I'll agree to disagree with everything you said...


----------



## JMHConstruction (Aug 22, 2011)

WIPensFan said:


> I'll agree to disagree with everything you said...


That'll work. Everyone has their way of doing things.


----------



## BUFF (Dec 24, 2009)

WIPensFan said:


> I've shoveled my share as well. If you got calories to burn, by all means, grab your shovel.Thumbs Up


Shoveling offset my enjoyment of micro brews.....
Seriously though, by the time you unload and load a blower you can have 50ft <> of walk cleared. Also I'll mention the long run of walk I have to deal with is aboot 200'.


----------



## ktfbgb (Jan 31, 2016)

JMHConstruction said:


> If you're using a push type shovel how it's designed to be used it will beat a blower. The push shovels are wider and you can push them as fast if not faster than a blower. Like Buff said, lighter snow is best, but heavy wet snow also slows down your blower. We use shovels 90+% of the time, but we also don't allow our snow to build over 3" if possible. I'd say 4" is when we pull out the blowers, depends on the attitude. Plus with a shovel you're not listening to a motor run for 8 hours or longer, just the plastic scraping the ground. Shovels are also cheaper to run.
> 
> There is definitely a time to use blowers and I wouldn't leave without one, just don't need it most of the time.


Some people are just adverse to doing physical labor is what I think the other guy means lol.


----------



## WIPensFan (Jan 31, 2009)

ktfbgb said:


> Some people are just adverse to doing physical labor is what I think the other guy means lol.
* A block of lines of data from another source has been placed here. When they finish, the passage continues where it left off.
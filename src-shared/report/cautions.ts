/** The cautions every trend report carries, whatever the data. */
import type { Section } from './model';

export const GENERAL_CAUTIONS: readonly string[] = [
  'Counts are an index of abundance, not the size of the population: they depend on how many animals are detected, and the chance of detection is not known here.',
  'Changes in detection or in effort over the years (observers, methods, timing, weather, site access) can bias a trend up or down; the offsets correct only for the effort that was recorded.',
  'A trend from the surveyed sites speaks for those sites; it reaches a wider area only as far as the sites were chosen to represent it.',
  "Defer to the programme's protocol for how results are used, and ask a statistician before basing a decision on these numbers.",
];

export function cautionsSection(extra: readonly string[] = []): Section {
  return { id: 'cautions', heading: 'Read this first', blocks: [{ kind: 'caution', title: 'Cautions', items: [...GENERAL_CAUTIONS, ...extra] }] };
}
Yeah, that's not what I mean at all.


----------



## pitbullplowing60077 (Mar 15, 2017)

we had about 7 inches of lake effect snow in the Chicago area on Tuesday, was able to do 2 of my houses with my 2 stage before the ignition switch fell apart and wouldn't start, had to go home and get my single stage machine to finish ..... it did the job but took longer to do than it would have if the 2 stage didn't break down. now looking to retire my single stage machine and find another reasonable priced 2 stage in decent shape since I don't think I want to work on the 2 stage until it gets a little warmer.


----------



## shooterm (Feb 23, 2010)

I bought the Honda HS720 last winter because I was thinking it would fit a niche, it doesnt for me. Its either light fluffy where shoveling a walk is easier or your dealing with drifting or municipal plows overspill into the sidewalk. I have two hours on mine according to my hourmeter. Its to heavy to drag up stairs for the few decks I have to do. In snow removal you have to plan around when conditions get bad because that's how you judge how much of a workload you can have.


----------